Type out each entry exactly.

━━━━━━━━━━━━━━━━

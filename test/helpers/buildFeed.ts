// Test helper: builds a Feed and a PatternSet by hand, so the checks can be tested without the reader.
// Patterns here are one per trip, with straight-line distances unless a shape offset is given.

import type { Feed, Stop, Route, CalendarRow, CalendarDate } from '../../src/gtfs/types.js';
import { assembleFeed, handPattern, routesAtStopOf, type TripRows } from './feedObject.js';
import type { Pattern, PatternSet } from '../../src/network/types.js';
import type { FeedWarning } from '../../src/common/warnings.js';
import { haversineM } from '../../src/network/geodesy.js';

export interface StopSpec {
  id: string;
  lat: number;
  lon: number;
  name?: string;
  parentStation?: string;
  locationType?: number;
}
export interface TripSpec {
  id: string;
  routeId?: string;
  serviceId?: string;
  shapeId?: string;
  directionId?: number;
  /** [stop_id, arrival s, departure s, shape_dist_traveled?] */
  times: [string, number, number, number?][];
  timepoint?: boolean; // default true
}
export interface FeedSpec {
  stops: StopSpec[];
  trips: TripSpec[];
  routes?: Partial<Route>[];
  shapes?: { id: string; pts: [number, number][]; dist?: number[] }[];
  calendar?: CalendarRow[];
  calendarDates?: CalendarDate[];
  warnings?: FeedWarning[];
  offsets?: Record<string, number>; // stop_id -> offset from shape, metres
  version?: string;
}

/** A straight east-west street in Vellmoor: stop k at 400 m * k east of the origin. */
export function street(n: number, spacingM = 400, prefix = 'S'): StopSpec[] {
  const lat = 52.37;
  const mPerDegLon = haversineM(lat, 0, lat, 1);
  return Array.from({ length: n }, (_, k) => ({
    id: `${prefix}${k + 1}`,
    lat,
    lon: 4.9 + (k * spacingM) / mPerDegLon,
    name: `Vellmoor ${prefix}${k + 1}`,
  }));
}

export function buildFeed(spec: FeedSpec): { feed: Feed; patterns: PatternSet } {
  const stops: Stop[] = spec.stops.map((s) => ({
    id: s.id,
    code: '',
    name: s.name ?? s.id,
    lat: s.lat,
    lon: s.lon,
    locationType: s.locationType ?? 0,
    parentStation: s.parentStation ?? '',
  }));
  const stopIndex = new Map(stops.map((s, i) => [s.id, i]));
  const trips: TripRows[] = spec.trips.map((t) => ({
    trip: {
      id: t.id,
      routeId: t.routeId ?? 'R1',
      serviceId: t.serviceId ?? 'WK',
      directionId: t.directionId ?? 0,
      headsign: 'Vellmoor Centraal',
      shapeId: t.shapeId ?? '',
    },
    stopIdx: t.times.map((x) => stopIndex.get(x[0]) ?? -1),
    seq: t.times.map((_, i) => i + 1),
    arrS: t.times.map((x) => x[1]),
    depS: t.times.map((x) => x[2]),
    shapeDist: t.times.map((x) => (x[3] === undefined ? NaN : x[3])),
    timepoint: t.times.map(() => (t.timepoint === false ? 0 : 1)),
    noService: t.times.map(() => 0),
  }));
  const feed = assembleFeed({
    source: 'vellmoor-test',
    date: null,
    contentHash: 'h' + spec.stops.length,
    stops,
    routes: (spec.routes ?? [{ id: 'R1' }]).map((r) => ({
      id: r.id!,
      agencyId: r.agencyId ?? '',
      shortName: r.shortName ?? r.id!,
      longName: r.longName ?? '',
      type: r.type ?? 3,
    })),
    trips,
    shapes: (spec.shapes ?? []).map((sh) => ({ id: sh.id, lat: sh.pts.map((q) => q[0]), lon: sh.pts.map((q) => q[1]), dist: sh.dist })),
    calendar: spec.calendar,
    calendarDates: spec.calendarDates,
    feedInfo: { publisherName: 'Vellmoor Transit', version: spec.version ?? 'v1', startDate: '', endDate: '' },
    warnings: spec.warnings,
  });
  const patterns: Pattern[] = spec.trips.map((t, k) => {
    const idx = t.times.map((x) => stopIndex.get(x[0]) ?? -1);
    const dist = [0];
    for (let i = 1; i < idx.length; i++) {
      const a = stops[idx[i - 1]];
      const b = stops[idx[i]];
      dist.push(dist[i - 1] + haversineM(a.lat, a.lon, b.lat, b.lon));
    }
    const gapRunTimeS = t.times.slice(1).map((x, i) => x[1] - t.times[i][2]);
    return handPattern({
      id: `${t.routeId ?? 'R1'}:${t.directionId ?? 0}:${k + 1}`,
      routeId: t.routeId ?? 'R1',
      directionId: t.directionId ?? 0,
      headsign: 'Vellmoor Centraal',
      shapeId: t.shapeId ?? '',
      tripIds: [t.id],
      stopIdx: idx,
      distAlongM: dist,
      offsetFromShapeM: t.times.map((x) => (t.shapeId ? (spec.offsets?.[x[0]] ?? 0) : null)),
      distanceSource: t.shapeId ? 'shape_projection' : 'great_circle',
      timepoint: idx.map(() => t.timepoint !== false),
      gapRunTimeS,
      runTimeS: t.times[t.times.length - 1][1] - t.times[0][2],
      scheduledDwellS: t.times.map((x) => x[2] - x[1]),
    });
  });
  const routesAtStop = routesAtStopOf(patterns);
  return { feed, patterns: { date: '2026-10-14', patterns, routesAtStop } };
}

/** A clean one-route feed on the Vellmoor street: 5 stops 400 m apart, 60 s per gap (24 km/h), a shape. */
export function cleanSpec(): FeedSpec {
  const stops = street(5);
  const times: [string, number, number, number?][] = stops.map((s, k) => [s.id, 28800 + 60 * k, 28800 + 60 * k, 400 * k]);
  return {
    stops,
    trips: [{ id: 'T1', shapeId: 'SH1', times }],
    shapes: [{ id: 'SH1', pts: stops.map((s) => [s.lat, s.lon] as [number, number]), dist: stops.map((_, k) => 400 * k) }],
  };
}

━━━━━━━━━━━━━━━━

**Solution for this task:**
filename test/helpers/buildFeed.ts
// Test helper: builds a Feed and a PatternSet by hand, so the checks can be tested without the reader.
// Patterns here are one per trip, with straight-line distances unless a shape offset is given.

import type { Feed, Stop, Route, CalendarRow, CalendarDate } from '../../src/gtfs/types.js';
import { assembleFeed, handPattern, routesAtStopOf, type TripRows } from './feedObject.js';
import type { Pattern, PatternSet } from '../../src/network/types.js';
import type { FeedWarning } from '../../src/common/warnings.js';
import { haversineM } from '../../src/network/geodesy.js';

export interface StopSpec {
  id: string;
  lat: number;
  lon: number;
  name?: string;
  parentStation?: string;
  locationType?: number;
}
export interface TripSpec {
  id: string;
  routeId?: string;
  serviceId?: string;
  shapeId?: string;
  directionId?: number;
  /** [stop_id, arrival s, departure s, shape_dist_traveled?] */
  times: [string, number, number, number?][];
  timepoint?: boolean; // default true
}
export interface FeedSpec {
  stops: StopSpec[];
  trips: TripSpec[];
  routes?: Partial<Route>[];
  shapes?: { id: string; pts: [number, number][]; dist?: number[] }[];
  calendar?: CalendarRow[];
  calendarDates?: CalendarDate[];
  warnings?: FeedWarning[];
  offsets?: Record<string, number>; // stop_id -> offset from shape, metres
  version?: string;
}

/** A straight east-west street in Vellmoor: stop k at 400 m * k east of the origin. */
export function street(n: number, spacingM = 400, prefix = 'S'): StopSpec[] {
  const lat = 52.37;
  const mPerDegLon = haversineM(lat, 0, lat, 1);
  return Array.from({ length: n }, (_, k) => ({
    id: `${prefix}${k + 1}`,
    lat,
    lon: 4.9 + (k * spacingM) / mPerDegLon,
    name: `Vellmoor ${prefix}${k + 1}`,
  }));
}

export function buildFeed(spec: FeedSpec): { feed: Feed; patterns: PatternSet } {
  const stops: Stop[] = spec.stops.map((s) => ({
    id: s.id,
    code: '',
    name: s.name ?? s.id,
    lat: s.lat,
    lon: s.lon,
    locationType: s.locationType ?? 0,
    parentStation: s.parentStation ?? '',
  }));
  const stopIndex = new Map(stops.map((s, i) => [s.id, i]));
  const trips: TripRows[] = spec.trips.map((t) => ({
    trip: {
      id: t.id,
      routeId: t.routeId ?? 'R1',
      serviceId: t.serviceId ?? 'WK',
      directionId: t.directionId ?? 0,
      headsign: 'Vellmoor Centraal',
      shapeId: t.shapeId ?? '',
    },
    stopIdx: t.times.map((x) => stopIndex.get(x[0]) ?? -1),
    seq: t.times.map((_, i) => i + 1),
    arrS: t.times.map((x) => x[1]),
    depS: t.times.map((x) => x[2]),
    shapeDist: t.times.map((x) => (x[3] === undefined ? NaN : x[3])),
    timepoint: t.times.map(() => (t.timepoint === false ? 0 : 1)),
    noService: t.times.map(() => 0),
  }));
  const feed = assembleFeed({
    source: 'vellmoor-test',
    date: null,
    contentHash: 'h' + spec.stops.length,
    stops,
    routes: (spec.routes ?? [{ id: 'R1' }]).map((r) => ({
      id: r.id!,
      agencyId: r.agencyId ?? '',
      shortName: r.shortName ?? r.id!,
      longName: r.longName ?? '',
      type: r.type ?? 3,
    })),
    trips,
    shapes: (spec.shapes ?? []).map((sh) => ({ id: sh.id, lat: sh.pts.map((q) => q[0]), lon: sh.pts.map((q) => q[1]), dist: sh.dist })),
    calendar: spec.calendar,
    calendarDates: spec.calendarDates,
    feedInfo: { publisherName: 'Vellmoor Transit', version: spec.version ?? 'v1', startDate: '', endDate: '' },
    warnings: spec.warnings,
  });
  const patterns: Pattern[] = spec.trips.map((t, k) => {
    const idx = t.times.map((x) => stopIndex.get(x[0]) ?? -1);
    const dist = [0];
    for (let i = 1; i < idx.length; i++) {
      const a = stops[idx[i - 1]];
      const b = stops[idx[i]];
      dist.push(dist[i - 1] + haversineM(a.lat, a.lon, b.lat, b.lon));
    }
    const gapRunTimeS = t.times.slice(1).map((x, i) => x[1] - t.times[i][2]);
    return handPattern({
      id: `${t.routeId ?? 'R1'}:${t.directionId ?? 0}:${k + 1}`,
      routeId: t.routeId ?? 'R1',
      directionId: t.directionId ?? 0,
      headsign: 'Vellmoor Centraal',
      shapeId: t.shapeId ?? '',
      tripIds: [t.id],
      stopIdx: idx,
      distAlongM: dist,
      offsetFromShapeM: t.times.map((x) => (t.shapeId ? (spec.offsets?.[x[0]] ?? 0) : null)),
      distanceSource: t.shapeId ? 'shape_projection' : 'great_circle',
      timepoint: idx.map(() => t.timepoint !== false),
      gapRunTimeS,
      runTimeS: t.times[t.times.length - 1][1] - t.times[0][2],
      scheduledDwellS: t.times.map((x) => x[2] - x[1]),
    });
  });
  const routesAtStop = routesAtStopOf(patterns);
  return { feed, patterns: { date: '2026-10-14', patterns, routesAtStop } };
}

/** A clean one-route feed on the Vellmoor street: 5 stops 400 m apart, 60 s per gap (24 km/h), a shape. */
export function cleanSpec(): FeedSpec {
  const stops = street(5);
  const times: [string, number, number, number?][] = stops.map((s, k) => [s.id, 28800 + 60 * k, 28800 + 60 * k, 400 * k]);
  return {
    stops,
    trips: [{ id: 'T1', shapeId: 'SH1', times }],
    shapes: [{ id: 'SH1', pts: stops.map((s) => [s.lat, s.lon] as [number, number]), dist: stops.map((_, k) => 400 * k) }],
  };
}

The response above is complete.